Records follow. Select each line holding "windows".
:: GIVEN DATA
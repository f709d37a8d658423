import "server-only";
// One error class and one JSON shape for every failure: { error: { code, message } }.
import type { ErrorBody, ErrorCode } from "@/lib/api-types/errors";

const STATUS: Record<ErrorCode, number> = {
  unauthenticated: 401,
  forbidden: 403,
  "not-found": 404,
  "invalid-input": 422,
  "too-large": 413,
  conflict: 409,
  "rate-limited": 429,
  unavailable: 503,
  internal: 500,
};

export class AppError extends Error {
  readonly status: number;
  constructor(
    readonly code: ErrorCode,
    message: string,
    readonly details?: unknown,
  ) {
    super(message);
    this.status = STATUS[code];
  }
}

export const notFound = (what = "That item") => new AppError("not-found", `${what} was not found.`);
export const forbidden = (msg = "Your role in this studio does not allow that.") => new AppError("forbidden", msg);

/** Database errors that mean "the database is not there" become a 503. */
export function isDatabaseDown(e: unknown): boolean {
  const code = (e as { code?: string })?.code;
  return ["ECONNREFUSED", "PROTOCOL_CONNECTION_LOST", "ETIMEDOUT", "EPIPE"].includes(code ?? "");
}

/** The database is up but every connection stayed busy for the whole wait: the server is overloaded. */
export function isDatabaseBusy(e: unknown): boolean {
  return (e as { code?: string })?.code === "ER_CON_COUNT_ERROR" || /Knex: Timeout acquiring a connection/.test((e as Error)?.message ?? "");
}

export function toErrorBody(e: unknown): { status: number; body: ErrorBody } {
  if (e instanceof AppError) {
    return { status: e.status, body: { error: { code: e.code, message: e.message, ...(e.details ? { details: e.details } : {}) } } };
  }
  if (isDatabaseBusy(e)) {
    return { status: 503, body: { error: { code: "unavailable", message: "The server is busy right now; try again in a moment." } } };
  }
  if (isDatabaseDown(e)) {
    return { status: 503, body: { error: { code: "unavailable", message: "The database is not reachable right now; try again shortly." } } };
  }
  console.error(e);
  return { status: 500, body: { error: { code: "internal", message: "Something went wrong on our side." } } };
}
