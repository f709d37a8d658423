import "server-only";
// The studio's home page in numbers: libraries with their sample states, kits, layouts and the latest audits.
import { db } from "./db";
import { upgradeStoredAudits } from "./kits/audits";
import type { StudioOverview } from "@/lib/api-types/studios";

export async function studioOverview({ studioId }: { studioId: string }): Promise<StudioOverview> {
  await upgradeStoredAudits({ studioId });
  const [libs, counts, kits, layouts, audits] = await Promise.all([
    db()("libraries").where({ studio_id: studioId }).orderBy("name").select("id", "name"),
    db()("samples").where({ studio_id: studioId }).groupBy("library_id", "state").select("library_id", "state").count({ n: "*" }),
    db()("kits").where({ studio_id: studioId }).count({ n: "*" }).first(),
    db()("layouts").where({ studio_id: studioId }).count({ n: "*" }).first(),
    db()("audits").where({ studio_id: studioId }).orderBy("created_at", "desc").limit(5).select("id", "layout_name", "kit_name", "score", "silent_pads", "created_at"),
  ]);
  const by = new Map<string, Record<string, number>>();
  for (const c of counts as { library_id: string; state: string; n: number | string }[]) {
    const m = by.get(c.library_id) ?? {};
    m[c.state] = Number(c.n);
    by.set(c.library_id, m);
  }
  return {
    libraries: libs.map((l) => {
      const m = by.get(l.id) ?? {};
      const catalogued = m.catalogued ?? 0;
      const rejected = m.rejected ?? 0;
      // waiting: to be measured, or measured and waiting for the cataloguing
      const pending = (m.queued ?? 0) + (m.measuring ?? 0) + (m.measured ?? 0);
      return { id: l.id, name: l.name, total: catalogued + rejected + pending, catalogued, pending, rejected };
    }),
    kits: Number(kits?.n ?? 0),
    layouts: Number(layouts?.n ?? 0),
    audits: audits.map((a) => ({ id: a.id, layoutName: a.layout_name, kitName: a.kit_name, score: Number(a.score), silentPads: a.silent_pads, createdAt: new Date(a.created_at).toISOString() })),
  };
}
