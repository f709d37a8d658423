import { describe, expect, it } from "vitest";
import { CATALOGUING_WINDOW_MS, cataloguingJob, cataloguingWindowMs } from "./jobs";

describe("cataloguing windows", () => {
  it("requests within one window share a job that runs just after the window closes", () => {
    const t = 1_000_000 * CATALOGUING_WINDOW_MS + 200;
    const a = cataloguingJob("lib", t);
    const b = cataloguingJob("lib", t + CATALOGUING_WINDOW_MS - 300);
    expect(a.jobId).toBe(b.jobId);
    expect(a.delay).toBe(CATALOGUING_WINDOW_MS - 200 + 100);
    expect(cataloguingJob("lib", t + CATALOGUING_WINDOW_MS).jobId).not.toBe(a.jobId);
  });

  it("widens with the cost of the last cataloguing, in whole base windows, up to a minute", () => {
    expect(cataloguingWindowMs(undefined)).toBe(CATALOGUING_WINDOW_MS);
    expect(cataloguingWindowMs(100)).toBe(CATALOGUING_WINDOW_MS);
    expect(cataloguingWindowMs(1900)).toBe(Math.ceil(7600 / CATALOGUING_WINDOW_MS) * CATALOGUING_WINDOW_MS);
    expect(cataloguingWindowMs(1900) % CATALOGUING_WINDOW_MS).toBe(0);
    expect(cataloguingWindowMs(600_000)).toBe(60_000);
    const w = cataloguingWindowMs(5000);
    const t = 7 * w + 10;
    expect(cataloguingJob("lib", t, w).jobId).toBe(cataloguingJob("lib", t + w - 20, w).jobId);
  });
});
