import "server-only";
// Content-Type headers read as media types (RFC 9110 section 8.3.1): type and subtype compared in lower case,
// parameters apart, so "APPLICATION/JSON" is JSON and "text/plain; charset=application/json" is not.
import { parse as parseContentType } from "content-type";

const TOKEN = "[!#$%&'*+.^_`|~0-9a-z-]+";
const TYPE = new RegExp(`^${TOKEN}/${TOKEN}$`);

/** The media type of a Content-Type header, lower-cased, with its parameters; null when absent or unreadable. */
export function mediaType(header: string | null): { type: string; parameters: Record<string, string> } | null {
  if (!header) return null;
  try {
    const { type, parameters } = parseContentType(header);
    return TYPE.test(type) ? { type, parameters } : null;
  } catch {
    return null;
  }
}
::::
**THE COMPLETED TASK**.
describe("cataloguing windows", () => {
  it("widens with the cost of the last cataloguing, in whole base windows, up to a minute", () => {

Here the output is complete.